[Collected data]
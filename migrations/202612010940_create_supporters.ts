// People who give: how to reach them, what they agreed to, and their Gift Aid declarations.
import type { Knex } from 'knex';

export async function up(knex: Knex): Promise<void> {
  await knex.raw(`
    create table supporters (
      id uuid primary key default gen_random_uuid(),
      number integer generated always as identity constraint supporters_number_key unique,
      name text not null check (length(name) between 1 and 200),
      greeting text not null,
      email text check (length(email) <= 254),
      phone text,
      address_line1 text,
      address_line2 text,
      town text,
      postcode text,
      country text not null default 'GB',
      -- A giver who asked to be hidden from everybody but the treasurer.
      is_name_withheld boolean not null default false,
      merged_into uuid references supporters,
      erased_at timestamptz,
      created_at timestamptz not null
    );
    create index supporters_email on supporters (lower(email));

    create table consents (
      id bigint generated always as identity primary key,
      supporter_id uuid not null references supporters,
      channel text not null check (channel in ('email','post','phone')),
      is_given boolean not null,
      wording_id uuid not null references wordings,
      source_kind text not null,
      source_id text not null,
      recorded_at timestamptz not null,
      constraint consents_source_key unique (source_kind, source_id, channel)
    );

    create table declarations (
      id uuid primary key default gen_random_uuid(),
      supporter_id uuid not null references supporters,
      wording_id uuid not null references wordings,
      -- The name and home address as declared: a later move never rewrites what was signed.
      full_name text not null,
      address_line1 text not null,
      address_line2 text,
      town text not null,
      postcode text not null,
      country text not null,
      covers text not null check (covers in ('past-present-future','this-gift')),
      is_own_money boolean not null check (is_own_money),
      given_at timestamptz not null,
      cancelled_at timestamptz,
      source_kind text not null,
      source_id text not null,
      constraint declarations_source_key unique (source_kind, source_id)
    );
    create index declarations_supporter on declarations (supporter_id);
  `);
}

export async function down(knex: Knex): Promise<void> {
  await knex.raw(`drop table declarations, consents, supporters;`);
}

### TASK STATEMENT:
From the entries above, give again exactly the lines running from the line with "create table consents" to the line with "create table declarations"; include both of those lines.

### RESULT FOR THIS TASK:
    create table consents (
      id bigint generated always as identity primary key,
      supporter_id uuid not null references supporters,
      channel text not null check (channel in ('email','post','phone')),
      is_given boolean not null,
      wording_id uuid not null references wordings,
      source_kind text not null,
      source_id text not null,
      recorded_at timestamptz not null,
      constraint consents_source_key unique (source_kind, source_id, channel)
    );

    create table declarations (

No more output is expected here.